# What needs to be done
Could you retype every entry below exactly as written?

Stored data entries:
- - -

import { keepPreviousData, queryOptions, useQuery } from '@tanstack/react-query';
import type { AuditEntryDto, AuditFilters, AuditQuery } from '@shared/schemas/audit';
import type { Page } from '@shared/schemas/auth';
import { api, toQuery } from '@/lib/api';

export const auditKeys = {
  all: ['audit'] as const,
  list: (query: Partial<AuditQuery>) => ['audit', 'list', query] as const,
  filters: ['audit', 'filters'] as const,
};

export const auditQueryOptions = (query: Partial<AuditQuery>) =>
  queryOptions({ queryKey: auditKeys.list(query), queryFn: ({ signal }) => api<Page<AuditEntryDto>>(`/api/audit${toQuery(query)}`, { signal }), placeholderData: keepPreviousData, staleTime: 0 });

export function useAudit(query: Partial<AuditQuery>) {
  return useQuery(auditQueryOptions(query));
}

export function useAuditFilters() {
  return useQuery(queryOptions({ queryKey: auditKeys.filters, queryFn: ({ signal }) => api<AuditFilters>('/api/audit/filters', { signal }), staleTime: 0 }));
}
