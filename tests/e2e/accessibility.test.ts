/**
 * Every main page checked with axe-core in Debian's Chromium (no serious or critical violations), and output
 * escaping: data full of HTML and script never runs as code.
 */
import { createRequire } from 'node:module';
import type { Page } from 'playwright-core';
import { describe, expect, it } from 'vitest';
import { DEMO_PASSWORD } from '../../server/seeders/demo';
import { browserSuite, screenshot } from '../helpers/browser';

const axePath = createRequire(import.meta.url).resolve('axe-core/axe.min.js');


const suite = browserSuite({ services: true });

interface Violation {
  id: string;
  impact: string | null;
  help: string;
  nodes: { target: string[] }[];
}

async function axe(page: Page): Promise<Violation[]> {
  await page.addScriptTag({ path: axePath });
  const result = await page.evaluate(async () => {
    const w = window as unknown as { axe: { run: (ctx: Document, opts: object) => Promise<{ violations: Violation[] }> } };
    return w.axe.run(document, { runOnly: { type: 'tag', values: ['wcag2a', 'wcag2aa', 'wcag21a', 'wcag21aa'] } });
  });
  return result.violations.filter((v) => v.impact === 'serious' || v.impact === 'critical');
}

async function signIn(page: Page, email: string): Promise<void> {
  await page.goto(`${suite.server.baseUrl}/signin`);
  await page.getByLabel('E-mail').fill(email);
  await page.getByLabel('Password').fill(DEMO_PASSWORD);
  await page.getByRole('button', { name: 'Sign in' }).click();
  await page.getByTestId('current-role').waitFor();
}

async function api<T>(page: Page, method: 'GET' | 'POST', url: string, data?: object): Promise<T> {
  const csrf = ((await (await page.request.get(`${suite.server.baseUrl}/api/auth/csrf`)).json()) as { csrfToken: string }).csrfToken;
  const res = method === 'GET' ? await page.request.get(`${suite.server.baseUrl}${url}`) : await page.request.post(`${suite.server.baseUrl}${url}`, { data, headers: { 'x-csrf-token': csrf } });
  if (!res.ok()) throw new Error(`${method} ${url}: ${res.status()} ${await res.text()}`);
  return (await res.json()) as T;
}

async function settle(page: Page): Promise<void> {
  await page.waitForLoadState('networkidle');
  await page.waitForTimeout(300);
}

describe('accessibility of the main pages', () => {
  it('the sign-in page', async () => {
    // axe is injected as a script: the page's content security policy would refuse it, so this context bypasses it.
    const page = await suite.browser.newPage({ bypassCSP: true });
    await page.goto(`${suite.server.baseUrl}/signin`);
    await settle(page);
    expect(await axe(page)).toEqual([]);
    await page.close();
  });

  it('every page in the owner\u2019s navigation, and the record pages', async () => {
    const page = await suite.browser.newPage({ viewport: { width: 1366, height: 900 }, bypassCSP: true });
    await signIn(page, 'owner@example.com');
    const estimates = await api<{ rows: { id: number; customer: { id: number }; piece: { id: number } }[] }>(page, 'GET', '/api/estimates?pageSize=5');
    const first = estimates.rows[0]!;
    const pages = [
      '/', '/estimates', `/estimates/${first.id}`, `/estimates/${first.id}/edit`, '/customers', `/customers/${first.customer.id}`,
      `/pieces/${first.piece.id}`, '/quotes', '/outbox', '/planning', '/forecast', '/actuals', '/price-list',
      '/price-list/upload', '/price-list/reprice', '/settings', '/finishing-systems', '/species', '/users', '/audit-log',
    ];
    const found: Record<string, Violation[]> = {};
    for (const path of pages) {
      await page.goto(`${suite.server.baseUrl}${path}`);
      await settle(page);
      const v = await axe(page);
      if (v.length) found[path] = v;
    }
    expect(
      Object.entries(found).map(([path, v]) => `${path}: ${v.map((x) => `${x.id} (${x.impact}) ${x.help} at ${x.nodes.slice(0, 2).map((n) => n.target.join(' ')).join(', ')}`).join('; ')}`),
    ).toEqual([]);
    await page.close();
  });

  it('the customer\u2019s quote page', async () => {
    const page = await suite.browser.newPage();
    await signIn(page, 'sales@example.com');
    const list = await api<{ rows: { id: number; state: string }[] }>(page, 'GET', '/api/estimates?state=priced&pageSize=5');
    const quote = await api<{ id: number }>(page, 'POST', `/api/estimates/${list.rows[0]!.id}/quotes`, { message: 'Thank you for your enquiry.' });
    const sent = await api<{ link: string }>(page, 'POST', `/api/quotes/${quote.id}/send`, {});
    const customer = await suite.browser.newPage({ bypassCSP: true });
    await customer.goto(sent.link.replace(/^http:\/\/[^/]+/, suite.server.baseUrl));
    await settle(customer);
    expect(await axe(customer)).toEqual([]);
    await screenshot(customer, 'a11y-public-quote');
    await customer.close();
    await page.close();
  });
});

describe('output escaping', () => {
  it('HTML and script in data show as text and never run', async () => {
    const page = await suite.browser.newPage({ viewport: { width: 1366, height: 900 } });
    const dialogs: string[] = [];
    page.on('dialog', (d) => {
      dialogs.push(d.message());
      void d.dismiss();
    });
    await signIn(page, 'estimator@example.com');
    const evil = '<img src=x onerror="window.__pwned=1"><script>window.__pwned=2</script>';
    const customer = await api<{ id: number }>(page, 'POST', '/api/customers', { name: `Evil ${evil}`, notes: evil, address: evil });
    const piece = await api<{ id: number }>(page, 'POST', '/api/pieces', { customerId: customer.id, kind: 'furniture', description: `Chest ${evil}`, conditionNotes: evil });
    for (const path of ['/customers', `/customers/${customer.id}`, `/pieces/${piece.id}`]) {
      await page.goto(`${suite.server.baseUrl}${path}`);
      await settle(page);
      expect(await page.evaluate(() => (window as unknown as { __pwned?: number }).__pwned)).toBeUndefined();
    }
    expect(await page.getByText('Evil <img src=x', { exact: false }).first().isVisible()).toBe(true);
    expect(dialogs).toEqual([]);
    await screenshot(page, 'escaping-piece');
    await page.close();
  });
});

- - -

# Solution below
import { keepPreviousData, queryOptions, useQuery } from '@tanstack/react-query';
import type { AuditEntryDto, AuditFilters, AuditQuery } from '@shared/schemas/audit';
import type { Page } from '@shared/schemas/auth';
import { api, toQuery } from '@/lib/api';

export const auditKeys = {
  all: ['audit'] as const,
  list: (query: Partial<AuditQuery>) => ['audit', 'list', query] as const,
  filters: ['audit', 'filters'] as const,
};

export const auditQueryOptions = (query: Partial<AuditQuery>) =>
  queryOptions({ queryKey: auditKeys.list(query), queryFn: ({ signal }) => api<Page<AuditEntryDto>>(`/api/audit${toQuery(query)}`, { signal }), placeholderData: keepPreviousData, staleTime: 0 });

export function useAudit(query: Partial<AuditQuery>) {
  return useQuery(auditQueryOptions(query));
}

export function useAuditFilters() {
  return useQuery(queryOptions({ queryKey: auditKeys.filters, queryFn: ({ signal }) => api<AuditFilters>('/api/audit/filters', { signal }), staleTime: 0 }));
}
filename tests/e2e/accessibility.test.ts
/**
 * Every main page checked with axe-core in Debian's Chromium (no serious or critical violations), and output
 * escaping: data full of HTML and script never runs as code.
 */
import { createRequire } from 'node:module';
import type { Page } from 'playwright-core';
import { describe, expect, it } from 'vitest';
import { DEMO_PASSWORD } from '../../server/seeders/demo';
import { browserSuite, screenshot } from '../helpers/browser';

const axePath = createRequire(import.meta.url).resolve('axe-core/axe.min.js');


const suite = browserSuite({ services: true });

interface Violation {
  id: string;
  impact: string | null;
  help: string;
  nodes: { target: string[] }[];
}

async function axe(page: Page): Promise<Violation[]> {
  await page.addScriptTag({ path: axePath });
  const result = await page.evaluate(async () => {
    const w = window as unknown as { axe: { run: (ctx: Document, opts: object) => Promise<{ violations: Violation[] }> } };
    return w.axe.run(document, { runOnly: { type: 'tag', values: ['wcag2a', 'wcag2aa', 'wcag21a', 'wcag21aa'] } });
  });
  return result.violations.filter((v) => v.impact === 'serious' || v.impact === 'critical');
}

async function signIn(page: Page, email: string): Promise<void> {
  await page.goto(`${suite.server.baseUrl}/signin`);
  await page.getByLabel('E-mail').fill(email);
  await page.getByLabel('Password').fill(DEMO_PASSWORD);
  await page.getByRole('button', { name: 'Sign in' }).click();
  await page.getByTestId('current-role').waitFor();
}

async function api<T>(page: Page, method: 'GET' | 'POST', url: string, data?: object): Promise<T> {
  const csrf = ((await (await page.request.get(`${suite.server.baseUrl}/api/auth/csrf`)).json()) as { csrfToken: string }).csrfToken;
  const res = method === 'GET' ? await page.request.get(`${suite.server.baseUrl}${url}`) : await page.request.post(`${suite.server.baseUrl}${url}`, { data, headers: { 'x-csrf-token': csrf } });
  if (!res.ok()) throw new Error(`${method} ${url}: ${res.status()} ${await res.text()}`);
  return (await res.json()) as T;
}

async function settle(page: Page): Promise<void> {
  await page.waitForLoadState('networkidle');
  await page.waitForTimeout(300);
}

describe('accessibility of the main pages', () => {
  it('the sign-in page', async () => {
    // axe is injected as a script: the page's content security policy would refuse it, so this context bypasses it.
    const page = await suite.browser.newPage({ bypassCSP: true });
    await page.goto(`${suite.server.baseUrl}/signin`);
    await settle(page);
    expect(await axe(page)).toEqual([]);
    await page.close();
  });

  it('every page in the owner\u2019s navigation, and the record pages', async () => {
    const page = await suite.browser.newPage({ viewport: { width: 1366, height: 900 }, bypassCSP: true });
    await signIn(page, 'owner@example.com');
    const estimates = await api<{ rows: { id: number; customer: { id: number }; piece: { id: number } }[] }>(page, 'GET', '/api/estimates?pageSize=5');
    const first = estimates.rows[0]!;
    const pages = [
      '/', '/estimates', `/estimates/${first.id}`, `/estimates/${first.id}/edit`, '/customers', `/customers/${first.customer.id}`,
      `/pieces/${first.piece.id}`, '/quotes', '/outbox', '/planning', '/forecast', '/actuals', '/price-list',
      '/price-list/upload', '/price-list/reprice', '/settings', '/finishing-systems', '/species', '/users', '/audit-log',
    ];
    const found: Record<string, Violation[]> = {};
    for (const path of pages) {
      await page.goto(`${suite.server.baseUrl}${path}`);
      await settle(page);
      const v = await axe(page);
      if (v.length) found[path] = v;
    }
    expect(
      Object.entries(found).map(([path, v]) => `${path}: ${v.map((x) => `${x.id} (${x.impact}) ${x.help} at ${x.nodes.slice(0, 2).map((n) => n.target.join(' ')).join(', ')}`).join('; ')}`),
    ).toEqual([]);
    await page.close();
  });

  it('the customer\u2019s quote page', async () => {
    const page = await suite.browser.newPage();
    await signIn(page, 'sales@example.com');
    const list = await api<{ rows: { id: number; state: string }[] }>(page, 'GET', '/api/estimates?state=priced&pageSize=5');
    const quote = await api<{ id: number }>(page, 'POST', `/api/estimates/${list.rows[0]!.id}/quotes`, { message: 'Thank you for your enquiry.' });
    const sent = await api<{ link: string }>(page, 'POST', `/api/quotes/${quote.id}/send`, {});
    const customer = await suite.browser.newPage({ bypassCSP: true });
    await customer.goto(sent.link.replace(/^http:\/\/[^/]+/, suite.server.baseUrl));
    await settle(customer);
    expect(await axe(customer)).toEqual([]);
    await screenshot(customer, 'a11y-public-quote');
    await customer.close();
    await page.close();
  });
});

describe('output escaping', () => {
  it('HTML and script in data show as text and never run', async () => {
    const page = await suite.browser.newPage({ viewport: { width: 1366, height: 900 } });
    const dialogs: string[] = [];
    page.on('dialog', (d) => {
      dialogs.push(d.message());
      void d.dismiss();
    });
    await signIn(page, 'estimator@example.com');
    const evil = '<img src=x onerror="window.__pwned=1"><script>window.__pwned=2</script>';
    const customer = await api<{ id: number }>(page, 'POST', '/api/customers', { name: `Evil ${evil}`, notes: evil, address: evil });
    const piece = await api<{ id: number }>(page, 'POST', '/api/pieces', { customerId: customer.id, kind: 'furniture', description: `Chest ${evil}`, conditionNotes: evil });
    for (const path of ['/customers', `/customers/${customer.id}`, `/pieces/${piece.id}`]) {
      await page.goto(`${suite.server.baseUrl}${path}`);
      await settle(page);
      expect(await page.evaluate(() => (window as unknown as { __pwned?: number }).__pwned)).toBeUndefined();
    }
    expect(await page.getByText('Evil <img src=x', { exact: false }).first().isVisible()).toBe(true);
    expect(dialogs).toEqual([]);
    await screenshot(page, 'escaping-piece');
    await page.close();
  });
});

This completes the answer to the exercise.